I would always model a many-to-many relationship with a proper intersection table because you can never predict what the future will bring.
Suppose you want to count the number of areas per user. How would you do that if you use a single table with 11 columns?
Implement this with the intersection table. You will be glad you did.

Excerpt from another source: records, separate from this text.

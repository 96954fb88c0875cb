package calib

import (
	"errors"
	"fmt"
	"math"
	"math/rand/v2"
	"slices"
	"testing"

	"deltamoor/calib/adjust"
	"deltamoor/calib/uncertain"
)

func TestNaturalLogIsTheLibrarysWithinOneUnit(t *testing.T) {
	r := rand.New(rand.NewPCG(1, 1))
	for k := range 200_000 {
		x := math.Exp(40 * (r.Float64() - 0.5))
		if k%2 == 0 {
			x = 1 + 0.3*(r.Float64()-0.5)
		}
		got, want := adjust.NaturalLog(x), math.Log(x)
		if math.Abs(got-want) > 2*(math.Nextafter(math.Abs(want), math.Inf(1))-math.Abs(want)) {
			t.Fatalf("ln %v = %.17g, library %.17g", x, got, want)
		}
	}
	if adjust.NaturalLog(1) != 0 {
		t.Errorf("ln 1 = %v", adjust.NaturalLog(1))
	}
}

// Without noise every term is recovered exactly, and so is every sample.
func TestTermsAreRecovered(t *testing.T) {
	base := truth{intercept: 0.4, slope: 0.97, noise: 0, anchors: []float64{-38, -12, 4, 35}, repeats: 5, samples: 6, monitor: true, kind: SizeLinear}
	for _, c := range []struct {
		name  string
		model Model
		truth func(truth) truth
		want  map[string]float64
	}{
		{"linear drift", Model{Drift: DriftLinear}, func(w truth) truth { w.drift = 0.01; return w }, map[string]float64{"drift.linear": 0.01}},
		{"quadratic drift", Model{Drift: DriftQuadratic}, func(w truth) truth { w.drift, w.curve = 0.01, 0.002; return w }, map[string]float64{"drift.quadratic": 0.002}},
		{"size linear", Model{Size: SizeLinear}, func(w truth) truth { w.size = 0.05; return w }, map[string]float64{"size": 0.05}},
		{"size inverse", Model{Size: SizeInverse}, func(w truth) truth { w.size, w.kind = 0.3, SizeInverse; return w }, map[string]float64{"size": 0.3}},
		{"size log", Model{Size: SizeLog}, func(w truth) truth { w.size, w.kind = 0.3, SizeLog; return w }, map[string]float64{"size": 0.3}},
		{"memory", Model{Memory: MemoryCarryover}, func(w truth) truth { w.memory = 0.04; return w }, map[string]float64{"memory": 0.04, "slope": 0.97}},
		{"drift, size and memory", Model{Drift: DriftLinear, Size: SizeLinear, Memory: MemoryCarryover}, func(w truth) truth {
			w.drift, w.size, w.memory = 0.01, 0.05, 0.04
			return w
		}, map[string]float64{"memory": 0.04, "drift.linear": 0.01, "size": 0.05}},
	} {
		t.Run(c.name, func(t *testing.T) {
			s, values := c.truth(base).session(rand.New(rand.NewPCG(4, 4)))
			r := mustFit(t, s, c.model, Policy{})
			for name, want := range c.want {
				near(t, name, r.parameter(t, name).Value, want, 1e-9)
			}
			for _, x := range r.Subjects {
				near(t, x.Subject, x.Value, values[x.Subject], 1e-8)
			}
		})
	}
}

// Memory of 2 % after a material at −150: m_i = (1 − M)t_i + M·m_{i−1}, with the
// observed raw delta before. The sample's value is that of the usual example,
// −10.204082 for a measured −13, where the predecessor is taken at its true value.
func TestMemoryIsTakenOutOfASample(t *testing.T) {
	mu := 0.02
	var s Session
	s.Anchors = []AssignedValue{assigned("A", -150, 0), assigned("B", 10, 0)}
	before := 0.0
	put := func(subject string, role Role, value float64) float64 {
		raw := (1-mu)*value + mu*before
		s.read(subject, role, raw, 0.01).at(float64(len(s.Readings)))
		before = raw
		return raw
	}
	put("X", Conditioning, 0)
	for range 3 {
		put("A", Anchor, -150)
		put("A", Anchor, -150)
		put("B", Anchor, 10)
		put("B", Anchor, 10)
	}
	put("A", Anchor, -150)
	put("S", Sample, -10.204082)
	r := mustFit(t, s, Model{Memory: MemoryCarryover}, Policy{})
	near(t, "memory", r.parameter(t, "memory").Value, mu, 1e-12)
	near(t, "sample", r.Subjects[0].Value, -10.204082, 1e-9)
	x := r.Subjects[0]
	near(t, "coefficient of its own reading", x.Coefficients[0], 1/(1-mu), 1e-9)
	if len(x.OtherReadings) != 1 || x.OtherReadings[0] != len(s.Readings)-2 {
		t.Fatalf("other readings %v, want the one before", x.OtherReadings)
	}
	near(t, "coefficient of the reading before", x.OtherCoefficients[0], -mu/(1-mu), 1e-9)
}

// Memory's rules: samples, controls, excluded and conditioning readings are
// predecessors, gas and blanks are not; a declared previous stands in.
func TestPredecessors(t *testing.T) {
	r := rand.New(rand.NewPCG(6, 6))
	w := truth{intercept: 0.4, slope: 0.97, memory: 0.03, noise: 0, anchors: []float64{-38, 4, 35}, repeats: 5, samples: 5}
	s, values := w.session(r)
	m := Model{Memory: MemoryCarryover}
	want := mustFit(t, s, m, Policy{})
	near(t, "memory", want.parameter(t, "memory").Value, 0.03, 1e-10)
	if f := want.flagged("no_predecessor"); f == nil || !slices.Equal(f.Readings, []int{0}) {
		t.Errorf("the first reading: %+v, want it flagged", f)
	}
	// An excluded reading stays a predecessor.
	excluded := s
	excluded.Readings = slices.Clone(s.Readings)
	excluded.Readings[4].Excluded = true
	near(t, "memory with an exclusion", mustFit(t, excluded, m, Policy{}).parameter(t, "memory").Value, 0.03, 1e-10)
	// A gas pulse between two readings is no predecessor.
	gas := s
	gas.Readings = slices.Clone(s.Readings)
	gas.read("REF", Gas, 1000, 0.1).at(3.5)
	near(t, "memory with a pulse", mustFit(t, gas, m, Policy{}).parameter(t, "memory").Value, 0.03, 1e-10)
	// A conditioning reading is: the one after it no longer fits.
	conditioned := s
	conditioned.Readings = slices.Clone(s.Readings)
	conditioned.read("X", Conditioning, 1000, 0.1).at(3.5)
	if v := mustFit(t, conditioned, m, Policy{}).parameter(t, "memory").Value; math.Abs(v-0.03) < 1e-3 {
		t.Errorf("memory %v although an invented reading came between", v)
	}
	// A declared previous makes the first reading usable.
	declared := s
	declared.Readings = slices.Clone(s.Readings)
	zero := 0.0
	declared.Readings[0].Previous = &zero
	d := mustFit(t, declared, m, Policy{})
	if d.flagged("no_predecessor") != nil || d.DegreesOfFreedom != want.DegreesOfFreedom+1 {
		t.Errorf("with a declared previous: ν = %d, was %d; %v", d.DegreesOfFreedom, want.DegreesOfFreedom, d.Flags)
	}
	near(t, "sample", d.Subjects[0].Value, values[d.Subjects[0].Subject], 1e-9)
}

// A constant blank acts in proportion to the difference from it
// (r = (1 − b/s)f + (b/s)r_b): 0.05 V at −27 shifts +36 by 3 ‰ at 1 V and −26
// by 0.05; the mixing form finds both numbers and every sample.
func TestBlankIsFoundAndTakenOut(t *testing.T) {
	const b, rb, alpha, beta = 0.05, -27.0, 0.3, 0.98
	mixed := func(value, size float64) float64 {
		f := alpha + beta*value
		return (1-b/size)*f + b/size*rb
	}
	var s Session
	s.Anchors = []AssignedValue{assigned("A", -26, 0.02), assigned("B", 36, 0.02), assigned("C", 5, 0.02)}
	for _, size := range []float64{0.5, 1, 2, 4} {
		for i, code := range []string{"A", "B", "C"} {
			s.read(code, Anchor, mixed([]float64{-26, 36, 5}[i], size), 0.02).sized(size)
		}
	}
	s.read("M", Monitor, mixed(12, 0.7), 0.02).sized(0.7)
	s.read("M", Monitor, mixed(12, 3), 0.02).sized(3)
	for i, size := range []float64{0.6, 1.5, 3} {
		s.read(fmt.Sprint("P", i), Sample, mixed(-10+20*float64(i), size), 0.02).sized(size)
	}
	for _, weights := range []Weights{WeightsDeclared, WeightsEqual, WeightsReplicate} {
		r := mustFit(t, s, Model{Size: SizeBlank, Weights: weights}, Policy{})
		near(t, "b", r.Blank.Size, b, 1e-7)
		near(t, "r_b", r.Blank.RawDelta, rb, 1e-4)
		for i, x := range r.Subjects {
			near(t, x.Subject, x.Value, -10+20*float64(i), 1e-7)
		}
		near(t, "level.M", r.parameter(t, "level.M").Value, r.parameter(t, "intercept").Value+12*r.parameter(t, "slope").Value, 1e-7)
	}
	// u of both by simulation.
	random := rand.New(rand.NewPCG(9, 9))
	r := mustFit(t, s, Model{Size: SizeBlank}, Policy{})
	var db, dr, n float64
	for range 1500 {
		noisy := s
		noisy.Readings = slices.Clone(s.Readings)
		noisy.Anchors = slices.Clone(s.Anchors)
		for i := range noisy.Readings {
			noisy.Readings[i].Raw += 0.02 * random.NormFloat64()
		}
		for i := range noisy.Anchors {
			noisy.Anchors[i].Value.Value += 0.02 * random.NormFloat64()
		}
		x := valuesOnly(t, noisy, Model{Size: SizeBlank})
		db += (x.Blank.Size - b) * (x.Blank.Size - b)
		dr += (x.Blank.RawDelta - rb) * (x.Blank.RawDelta - rb)
		n++
	}
	near(t, "u(b) against simulation", math.Sqrt(db/n)/r.Blank.USize, 1, 0.06)
	near(t, "u(r_b) against simulation", math.Sqrt(dr/n)/r.Blank.URawDelta, 1, 0.08)
}

// An additive 1/s term is not a blank: with sizes of one anchor only it misses
// a sample of another delta by permils, which is why blank exists.
func TestAdditiveSizeTermMissesABlank(t *testing.T) {
	const b = 0.4 // of 20 nmol, at 0 ‰: practice 2
	mixed := func(value, size float64) float64 { return (1 - b/size) * value }
	var s Session
	s.Anchors = []AssignedValue{assigned("A", -1.8, 0.02), assigned("B", 180, 0.02)}
	for _, size := range []float64{5, 10, 20, 40} {
		s.read("A", Anchor, mixed(-1.8, size), 0.02).sized(size)
	}
	s.read("B", Anchor, mixed(180, 20), 0.02).sized(20)
	s.read("B", Anchor, mixed(180, 10), 0.02).sized(10)
	s.read("P", Sample, mixed(100, 10), 0.02).sized(10)
	exact := mustFit(t, s, Model{Size: SizeBlank}, Policy{})
	near(t, "sample by the mixing form", exact.Subjects[0].Value, 100, 1e-7)
	additive := mustFit(t, s, Model{Size: SizeInverse}, Policy{})
	if d := math.Abs(additive.Subjects[0].Value - 100); d < 0.5 {
		t.Errorf("the additive term is off by %v only", d)
	}
}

Both makes sense, but I would choose the many-to-many approach as you can then specify in the areas table the name of each area (and maybe add some comments what 1 or 10 for that specific area means, etc..)
There's no wrong answer to this, but consider this: are you sure that that number will remain fixed at ten?
Personally, I would still use the many-to-many relationship. It's the more elegant solution, and, in my mind, better. However, doing a job well is often a waste of time.
just want to ask for an opinion regarding mysql.
which one is the better solution?
case1:
store in 1 row:-
product_id:1
attribute_id:1,2,3
when I retreive out the data, I split the string by ','
I saw some database, the store the data in this way, the record is a product, the column is stored product attribute:
a:3:{s:4:"spec";a:2:{i:1;s:6:"black";i:3;s:2:"37";}s:21:"spec_private_value_id";a:2:{i:1;s:11:"12367591683";i:3;s:11:"12367591764";}s:13:"spec_value_id";a:2:{i:1;s:1:"5";i:3;s:2:"29";}}
or
case2:
store in 3 row:-
product_id:1
attribute_id:1
product_id:1
attribute_id:2
product_id:1
attribute_id:3
this is the normal I do, to store 3 rows for the attribute for a record.
In term of performance and space, anyone can tell me which one is better. From what I see is case1 save space, but need to process the data in PHP (or other server side scripting).
case2 is more straight forward, but use spaces.
Save space? Seriously? You're talking about saving bytes when a one terabyte disk goes for 70 dollars?
And maybe you're not even saving bytes. If you store attributes as "12234,23342,243234", that's like 30 bytes for 3 attributes. If you'd store them as smallint, they'd take up 6 bytes.
Depends on whether the attributes are important for searching later, for example.
It may be good if you keep attributes as serialized array in just one field in case you actually don't care about them and in case that you, for example, won't need to run a query to show all products that have one attribute.
However, finding all products that have one attribute would be at least "lousy" in case you have attributes as comma-separated (you need to use LIKE), and in case you store attributes as serialized arrays they are completely unusable for any kind of sorting or grouping using sql queries.
Using separate table for multiple relations between products and attributes is far better if they are of any importance for selecting/grouping/sorting other data.
In case 1, although you save space, there's time spent on splitting the string.
You also must take care of the size of your field: If you have 50 products with 2 attributes and one with 100 attributes, you must make the field ~ varchar(200)... You will not save space at all.
I think case 2 is the best and recommended solution.
You need to consider the SELECT statements that would be using these values. If you wish to search for records that have certain attributes, it is much more efficient to store them in separate columns and index them. Otherwise, you are doing "LIKE" statements which take much longer to process.